__Task requirements__: Go to the line holding "def display_range(self, key: str)" in the entries below and write out exactly every line down to and including the line holding "def use_fitted(self) ->".

__Given entries__:
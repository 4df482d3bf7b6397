"""Session state of the bedside screen: its four parts composed into one object.

No Panel import here. :class:`BedsideState` sits beside the session's
:class:`dashboard.case.state.CaseState` and shares its display units (``pressure_unit``,
``hb_unit``). It composes four ``param.Parameterized`` parts, each in its own module:

- ``entry``, :class:`~dashboard.bedside.entry.GasEntry`: the measured-gas form, the
  all-or-nothing Calculate and the derived picture (``entry.py``, ``derived.py``);
- ``fitting``, :class:`~dashboard.bedside.fit.PatientFit`: the fit to the patient, its rows,
  and the fitted case as the live case's baseline (``fit.py``);
- ``plans``, :class:`~dashboard.bedside.plans.LeverPlans`: the ranked what-ifs, their
  settings and applying one (``plans.py``);
- ``cases``, :class:`~dashboard.bedside.cases.CaseFiles`: saved case files (``cases.py``);
- ``plan_stack``, :class:`~dashboard.bedside.plans_stack.PlanStack`: up to four plans, each a
  stack of changes solved from the fit and compared with the patient (``plans_stack.py``);
- ``series``, :class:`~dashboard.bedside.series.GasSeries`: the gases of a shift, each
  fitted in turn, and their trend (``series.py``);
- ``doubt``, :class:`~dashboard.bedside.spread.MeasurementDoubt`: ranges from the analyser
  tolerances and the curve models (``spread.py``).

The parts follow each other by watching (an accepted Calculate drops the fit, a new fit
ranks the what-ifs again), so an action does all it did whichever object it is called on.
Every parameter and method of the parts is also reachable here under its own name, read and
set; parameters are watched on the part that holds them (``state.fitting.param.watch``).
Formatting shared by the parts lives in ``display.py``. The model is called by the parts
(``model.bedside``, ``model.fitting``, ``model.levers``, ``model.casebook``); they only
order, convert and word its results.
"""

from __future__ import annotations

from pathlib import Path

import param

from ..case.state import CaseState
from . import display
from .cases import CaseFiles
from .derived import DERIVED_SOURCES, DerivedRow
from .display import Row
from .entry import EXAMPLE_GAS, FORM_GROUPS, MEASURED_KEYS, GasEntry
from .fit import PatientFit
from .plans import LeverPlans
from .plans_stack import PlanStack
from .series import GasSeries
from .spread import MeasurementDoubt

__all__ = [
    "DERIVED_SOURCES",
    "EXAMPLE_GAS",
    "FORM_GROUPS",
    "MEASURED_KEYS",
    "BedsideState",
    "DerivedRow",
    "Row",
]


def _forward(part: str, name: str) -> property:
    """``name`` of the part ``part``, read and set through the composed state."""

    def get(self):
        return getattr(getattr(self, part), name)

    def put(self, value) -> None:
        setattr(getattr(self, part), name, value)

    return property(get, put, doc=f"Same as ``self.{part}.{name}``.")


class BedsideState(param.Parameterized):
    """Measured gas of one patient, what follows from it, and the cases kept on disk."""

    case = param.ClassSelector(
        class_=CaseState, constant=True, doc="The session's live case, shared by the parts."
    )
    entry = param.ClassSelector(class_=GasEntry, constant=True, doc="The measured-gas form.")
    fitting = param.ClassSelector(class_=PatientFit, constant=True, doc="The fit to it.")
    plans = param.ClassSelector(class_=LeverPlans, constant=True, doc="What-ifs from the fit.")
    cases = param.ClassSelector(class_=CaseFiles, constant=True, doc="Cases kept on disk.")
    plan_stack = param.ClassSelector(class_=PlanStack, constant=True, doc="Plans from the fit.")
    series = param.ClassSelector(class_=GasSeries, constant=True, doc="Gases of the shift.")
    doubt = param.ClassSelector(class_=MeasurementDoubt, constant=True, doc="How sure.")

    def __init__(self, case: CaseState | None = None, case_dir: Path | str | None = None, **kw):
        """``kw`` may set any parameter of a part by its name (``rank_by="pao2"``)."""
        case = case if case is not None else CaseState()
        entry = GasEntry(case=case, **_taken(GasEntry, kw))
        fitting = PatientFit(case=case, entry=entry, **_taken(PatientFit, kw))
        plans = LeverPlans(case=case, fitting=fitting, **_taken(LeverPlans, kw))
        stack = PlanStack(case=case, fitting=fitting, levers=plans)
        series = GasSeries(case=case, entry=entry, fitting=fitting)
        doubt = MeasurementDoubt(
            case=case, entry=entry, fitting=fitting, **_taken(MeasurementDoubt, kw)
        )
        cases = CaseFiles(
            case_dir,
            entry=entry,
            fitting=fitting,
            plan_stack=stack,
            series=series,
            **_taken(CaseFiles, kw),
        )
        super().__init__(
            case=case,
            entry=entry,
            fitting=fitting,
            plans=plans,
            cases=cases,
            plan_stack=stack,
            series=series,
            doubt=doubt,
            **kw,
        )

    # ------------------------------------------------------------------ display units
    def limits(self, key: str) -> tuple[float, float, str, str]:
        """(lo, hi, unit, label) of a measured field in model units."""
        return display.limits(key)

    def display_unit(self, key: str) -> str:
        return display.display_unit(self.case, key)

    def display_label(self, key: str) -> str:
        return display.display_label(self.case, key)

    def to_display(self, key: str, value: float | None) -> float | None:
        return display.to_display(self.case, key, value)

    def from_display(self, key: str, value: float) -> float:
        return display.from_display(self.case, key, value)

    def display_range(self, key: str) -> str:
        return display.display_range(self.case, key)

    def format_value(self, key: str, value: float | None) -> str:
        return display.format_value(self.case, key, value)

    # ------------------------------------------------------------------ across parts
    def use_fitted(self) -> bool:
        """Make the fitted case the live case (named by the case label) and the baseline."""
        return self.fitting.use_fitted(self.cases.case_label)

    def apply_lever(self, key: str) -> bool:
        """Make a what-if the live case, with the fitted case as the baseline."""
        return self.plans.apply_lever(key, self.cases.case_label)

    # ------------------------------------------------------------------ the entry form
    pressure_source = _forward("entry", "pressure_source")
    flow_source = _forward("entry", "flow_source")
    draft = _forward("entry", "draft")
    draft_version = _forward("entry", "draft_version")
    measured = _forward("entry", "measured")
    derived = _forward("entry", "derived")
    field_errors = _forward("entry", "field_errors")
    entry_message = _forward("entry", "entry_message")
    active_keys = _forward("entry", "active_keys")
    draft_display = _forward("entry", "draft_display")
    set_draft = _forward("entry", "set_draft")
    set_draft_model_units = _forward("entry", "set_draft_model_units")
    fill_example = _forward("entry", "fill_example")
    clear_entry = _forward("entry", "clear_entry")
    calculate = _forward("entry", "calculate")
    measured_rows = _forward("entry", "measured_rows")
    derived_rows = _forward("entry", "derived_rows")
    measured_flag = _forward("entry", "measured_flag")
    derived_text = _forward("entry", "derived_text")

    # ------------------------------------------------------------------ the fit
    fit = _forward("fitting", "fit")
    fit_message = _forward("fitting", "fit_message")
    fitted_applied = _forward("fitting", "fitted_applied")
    applied_lever = _forward("fitting", "applied_lever")
    fit_result = _forward("fitting", "fit_result")
    fit_measured = _forward("fitting", "fit_measured")
    fit_summary = _forward("fitting", "fit_summary")
    fitted_rows = _forward("fitting", "fitted_rows")
    fit_rows = _forward("fitting", "fit_rows")
    patient_curve = _forward("fitting", "patient_curve")

    # ------------------------------------------------------------------ the what-ifs
    rank_by = _forward("plans", "rank_by")
    target_hb_g_dl = _forward("plans", "target_hb_g_dl")
    stored_blood = _forward("plans", "stored_blood")
    shunt_change = _forward("plans", "shunt_change")
    shunt_change_points = _forward("plans", "shunt_change_points")
    cooling_to_c = _forward("plans", "cooling_to_c")
    cardiac_output_factor = _forward("plans", "cardiac_output_factor")
    lever_table = _forward("plans", "lever_table")
    lever_message = _forward("plans", "lever_message")
    rank_whatifs = _forward("plans", "rank_whatifs")
    target_hb_display = _forward("plans", "target_hb_display")
    set_target_hb_display = _forward("plans", "set_target_hb_display")
    rank_label = _forward("plans", "rank_label")
    lever_head = _forward("plans", "lever_head")
    lever_rows = _forward("plans", "lever_rows")
    lever_choices = _forward("plans", "lever_choices")

    # ------------------------------------------------------------------ cases on disk
    case_dir = _forward("cases", "case_dir")
    case_label = _forward("cases", "case_label")
    notes = _forward("cases", "notes")
    saved_cases = _forward("cases", "saved_cases")
    case_problems = _forward("cases", "case_problems")
    case_message = _forward("cases", "case_message")
    overwrite_offer = _forward("cases", "overwrite_offer")
    identifier_warning = _forward("cases", "identifier_warning")
    case_dir_path = _forward("cases", "case_dir_path")
    refresh_cases = _forward("cases", "refresh_cases")
    case_choices = _forward("cases", "case_choices")
    save = _forward("cases", "save")
    open = _forward("cases", "open")


def _taken(part: type[param.Parameterized], kw: dict) -> dict:
    """Remove from ``kw`` and return the values meant for parameters of ``part``."""
    names = set(part.param) - {"name"}
    return {k: kw.pop(k) for k in list(kw) if k in names}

__Answer to this problem__:
    def display_range(self, key: str) -> str:
        return display.display_range(self.case, key)

    def format_value(self, key: str, value: float | None) -> str:
        return display.format_value(self.case, key, value)

    # ------------------------------------------------------------------ across parts
    def use_fitted(self) -> bool:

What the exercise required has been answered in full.